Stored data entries
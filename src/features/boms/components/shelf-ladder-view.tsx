import { compareDecimal, formatDecimal, trimDecimal } from '../../../lib/money';
import type { ShelfLadder } from '../api';
import { describeGap, formatCount, formatPerUnit, rungLabels, subtractDecimal } from '../display';

/** What each rung takes off the one above it, in words. */
function takenOffBy(ladder: ShelfLadder, name: string): string {
  const s = ladder.shelf;
  switch (name) {
    case 'net_of_vat':
      return `VAT at ${trimDecimal(s.vatPct)} %`;
    case 'retailer_buying_price':
      return `retailer margin of ${trimDecimal(s.retailerMarginPct)} %`;
    case 'importer_net':
      return `importer margin of ${trimDecimal(s.importerMarginPct)} %`;
    case 'allowed_landed':
      return 'freight to store per unit';
    default:
      return '';
  }
}

/**
 * From the shelf price down to the allowed landed cost, one rung at a time, each with
 * what it took off; then the allowed landed cost beside the computed one and the gap.
 * Bar lengths are for the eye only; every rung carries its value.
 */
export function ShelfLadderView({ ladder }: { ladder: ShelfLadder }) {
  const top = ladder.rungs[0]?.value ?? '0';
  const topNumber = Number(top) || 1;
  const gap = describeGap(ladder.gap);
  return (
    <div className="grid gap-5 lg:grid-cols-[minmax(0,1fr)_18rem]">
      <ol aria-label="Shelf-price ladder" className="flex flex-col gap-2 rounded-lg border border-rule bg-surface p-4">
        {ladder.rungs.map((rung, i) => {
          const previous = ladder.rungs[i - 1];
          const off = previous ? subtractDecimal(previous.value, rung.value) : null;
          const width = Math.max(2, Math.min(100, (Number(rung.value) / topNumber) * 100));
          const last = rung.name === 'allowed_landed';
          return (
            <li key={rung.name} className="flex flex-col gap-1">
              <div className="flex items-baseline justify-between gap-3 text-sm">
                <span className={last ? 'font-semibold' : ''}>{rungLabels[rung.name] ?? rung.name}</span>
                <span className={`tabular-nums ${last ? 'font-semibold' : ''}`}>
                  {formatPerUnit(rung.value)} {ladder.currency}
                </span>
              </div>
              <div className="h-3 rounded-sm bg-rule/60">
                <div className={`h-3 rounded-sm ${last ? 'bg-copper' : 'bg-slate-info/70'}`} style={{ width: `${compareDecimal(rung.value, '0') > 0 ? width : 0}%` }} />
              </div>
              {off ? (
                <p className="text-xs text-muted">
                  − {formatPerUnit(off)} {ladder.currency} taken off for the {takenOffBy(ladder, rung.name)}
                </p>
              ) : null}
            </li>
          );
        })}
      </ol>
      <section aria-label="Allowed against computed landed cost" className="flex flex-col gap-3 rounded-lg border border-rule bg-surface p-4 text-sm">
        <div>
          <p className="text-muted">Allowed landed cost</p>
          <p className="text-xl font-semibold tabular-nums">
            {formatPerUnit(ladder.allowedLandedCost)} {ladder.currency}
          </p>
          <p className="text-xs text-muted">{formatDecimal(ladder.allowedSharePct, 1)} % of the shelf price</p>
        </div>
        <div>
          <p className="text-muted">Computed landed cost per unit</p>
          <p className="text-xl font-semibold tabular-nums">
            {ladder.landedPerUnit ? `${formatPerUnit(ladder.landedPerUnit)} ${ladder.currency}` : '—'}
          </p>
          <p className="text-xs text-muted">at {formatCount(ladder.qty)} units</p>
        </div>
        <p className={`rounded-md border px-3 py-2 ${gap?.side === 'over' ? 'border-brick/40 bg-brick/5 text-brick' : 'border-verdigris/40 bg-verdigris/5 text-verdigris'}`}>
          {!gap
            ? 'No computed landed cost to compare yet.'
            : gap.side === 'on'
              ? 'The landed cost is exactly what the shelf price allows.'
              : gap.side === 'over'
                ? `Over the allowed landed cost by ${gap.amount} ${ladder.currency} per unit: the product costs too much for this shelf price.`
                : `Under the allowed landed cost by ${gap.amount} ${ladder.currency} per unit: there is room at this shelf price.`}
        </p>
        {ladder.leftOut > 0 ? (
          <p className="text-xs font-medium text-brick">
            {ladder.leftOut} line{ladder.leftOut === 1 ? ' is' : 's are'} left out of the computed landed cost, so it is too low.
          </p>
        ) : null}
      </section>
    </div>
  );
}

WHAT IS EXPECTED: All lines from the top of the data through the line containing "and the gap." need to be retyped exactly, and nothing more.

FINAL ANSWER:
filename src/features/boms/components/shelf-ladder-view.tsx
import { compareDecimal, formatDecimal, trimDecimal } from '../../../lib/money';
import type { ShelfLadder } from '../api';
import { describeGap, formatCount, formatPerUnit, rungLabels, subtractDecimal } from '../display';

/** What each rung takes off the one above it, in words. */
function takenOffBy(ladder: ShelfLadder, name: string): string {
  const s = ladder.shelf;
  switch (name) {
    case 'net_of_vat':
      return `VAT at ${trimDecimal(s.vatPct)} %`;
    case 'retailer_buying_price':
      return `retailer margin of ${trimDecimal(s.retailerMarginPct)} %`;
    case 'importer_net':
      return `importer margin of ${trimDecimal(s.importerMarginPct)} %`;
    case 'allowed_landed':
      return 'freight to store per unit';
    default:
      return '';
  }
}

/**
 * From the shelf price down to the allowed landed cost, one rung at a time, each with
 * what it took off; then the allowed landed cost beside the computed one and the gap.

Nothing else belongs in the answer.